ASSIGNMENT :: Only the lines that hold the word "lockedBy" are wanted from this listing.

DATA SHOWN ::
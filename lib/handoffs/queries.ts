import 'server-only';
import type { Knex } from 'knex';
import { db } from '@/db/client';
import type { Membership } from '@/lib/channels/queries';
import { appUrl } from '@/lib/config';
import { notFound } from '@/lib/errors';
import { sendMail } from '@/lib/mail/mailer';
import type { UserDto } from '@/lib/users/schemas';
import { buildHandoffMail } from './mail';
import type { HandoffSummaryDto, LockHandoffInput } from './schemas';
import { insertHandoffVersion } from './lock-queries';
import { parseSnapshot, type HandoffSnapshot } from './snapshot';

export const handoffPath = (slug: string, episodeId: string, version: number) => `/c/${slug}/episodes/${episodeId}/handoff/${version}`;

type HandoffRow = { id: string; episode_id: string; version: number; content_hash: string; note: string; locked_by_name: string | null; locked_at: Date; segment_count: number };

const summaryColumns = [
  'h.id',
  'h.episode_id',
  'h.version',
  'h.content_hash',
  'h.note',
  'u.name as locked_by_name',
  'h.locked_at',
  db.raw(`json_array_length(h.content::json -> 'segments')::int as segment_count`),
];

const toSummary = (r: HandoffRow): HandoffSummaryDto => ({
  id: r.id,
  episodeId: r.episode_id,
  version: r.version,
  contentHash: r.content_hash,
  note: r.note,
  lockedBy: r.locked_by_name,
  lockedAt: r.locked_at.toISOString(),
  segmentCount: r.segment_count,
});

const channelHandoffs = (trx: Knex | Knex.Transaction, channelId: string, episodeId: string) =>
  trx('handoffs as h')
    .join('episodes as e', 'e.id', 'h.episode_id')
    .leftJoin('users as u', 'u.id', 'h.locked_by')
    .where({ 'e.channel_id': channelId, 'h.episode_id': episodeId });

/**
 * Locks the next version. The episode's row lock serialises concurrent locks, so each gets its own
 * number; the snapshot is read inside the same transaction.
 */
export async function lockHandoff(member: Membership, user: UserDto, episodeId: string, input: LockHandoffInput): Promise<HandoffSummaryDto> {
  const { title, ...dto } = await db.transaction((trx) =>
    insertHandoffVersion(trx, { channelId: member.channel.id, episodeId, wordsPerMinute: member.channel.speakingRateWpm, lockedBy: user, note: input.note }),
  );
  await mailEditors(member, episodeId, title, dto);
  return dto;
}

/** One e-mail per Editor of the channel; a failed send is logged and does not undo the lock. */
async function mailEditors(member: Membership, episodeId: string, title: string, h: HandoffSummaryDto): Promise<void> {
  const editors: { email: string }[] = await db('memberships as m')
    .join('users as u', 'u.id', 'm.user_id')
    .where({ 'm.channel_id': member.channel.id, 'm.role': 'editor' })
    .select('u.email');
  const url = `${appUrl()}${handoffPath(member.channel.slug, episodeId, h.version)}`;
  const results = await Promise.allSettled(
    editors.map((e) =>
      sendMail(buildHandoffMail({ to: e.email, channelName: member.channel.name, episodeTitle: title, version: h.version, lockedBy: h.lockedBy ?? '', note: h.note, url })),
    ),
  );
  for (const r of results) if (r.status === 'rejected') console.error('[mail] handoff mail not sent', r.reason);
}

export async function listHandoffs(channelId: string, episodeId: string): Promise<HandoffSummaryDto[]> {
  const episode = await db('episodes').where({ id: episodeId, channel_id: channelId }).first('id');
  if (!episode) throw notFound('That episode');
  const rows: HandoffRow[] = await channelHandoffs(db, channelId, episodeId).orderBy('h.version', 'desc').select(summaryColumns);
  return rows.map(toSummary);
}

export type StoredHandoff = HandoffSummaryDto & { content: string };

/** The stored text exactly as locked; byte for byte what every later read serves. */
export async function findHandoffContent(channelId: string, episodeId: string, version: number): Promise<StoredHandoff> {
  const row: (HandoffRow & { content: string }) | undefined = await channelHandoffs(db, channelId, episodeId)
    .where('h.version', version)
    .first([...summaryColumns, 'h.content']);
  if (!row) throw notFound('That version');
  return { ...toSummary(row), content: row.content };
}

export async function findHandoff(channelId: string, episodeId: string, version: number): Promise<HandoffSummaryDto & { snapshot: HandoffSnapshot }> {
  const { content, ...summary } = await findHandoffContent(channelId, episodeId, version);
  return { ...summary, snapshot: parseSnapshot(content) };
}

/** Two versions' snapshots in one statement, for the diff. */
export async function findTwoSnapshots(channelId: string, episodeId: string, from: number, to: number): Promise<[HandoffSnapshot, HandoffSnapshot]> {
  const rows: { version: number; content: string }[] = await channelHandoffs(db, channelId, episodeId).whereIn('h.version', [from, to]).select('h.version', 'h.content');
  const a = rows.find((r) => r.version === from);
  const b = rows.find((r) => r.version === to);
  if (!a || !b) throw notFound('That version');
  return [parseSnapshot(a.content), parseSnapshot(b.content)];
}

/**
 * Records that `userId` opened `version` and returns the version they had opened before (null: first
 * time), in one statement: the CTE reads the old row before the upsert changes it.
 */
export async function recordHandoffRead(episodeId: string, userId: string, version: number): Promise<number | null> {
  const result = await db.raw<{ rows: { previous: number | null }[] }>(
    `with old as (select version from handoff_reads where episode_id = ? and user_id = ?),
     up as (insert into handoff_reads (episode_id, user_id, version) values (?, ?, ?)
            on conflict (episode_id, user_id) do update set version = greatest(handoff_reads.version, excluded.version), read_at = now())
     select (select version from old) as previous`,
    [episodeId, userId, episodeId, userId, version],
  );
  return result.rows[0]?.previous ?? null;
}

/** Upload ids of the clips that still exist, by clip id, in one statement. */
export type ClipUpload = { uploadId: string; crc32: number | null };

/** Where each clip's bytes are, and their CRC-32 when ingest recorded it. */
export async function findClipUploads(channelId: string, clipIds: string[]): Promise<Map<string, ClipUpload>> {
  if (clipIds.length === 0) return new Map();
  const rows: { id: string; upload_id: string; crc32: string | number | null }[] = await db('clips as c')
    .join('segments as s', 's.id', 'c.segment_id')
    .join('episodes as e', 'e.id', 's.episode_id')
    .where('e.channel_id', channelId)
    .whereIn('c.id', clipIds)
    .select('c.id', 'c.upload_id', 'c.crc32');
  // pg returns bigint as a string.
  return new Map(rows.map((r) => [r.id, { uploadId: r.upload_id, crc32: r.crc32 === null ? null : Number(r.crc32) }]));
}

TASK RESULT ::
  lockedBy: r.locked_by_name,
    insertHandoffVersion(trx, { channelId: member.channel.id, episodeId, wordsPerMinute: member.channel.speakingRateWpm, lockedBy: user, note: input.note }),
      sendMail(buildHandoffMail({ to: e.email, channelName: member.channel.name, episodeTitle: title, version: h.version, lockedBy: h.lockedBy ?? '', note: h.note, url })),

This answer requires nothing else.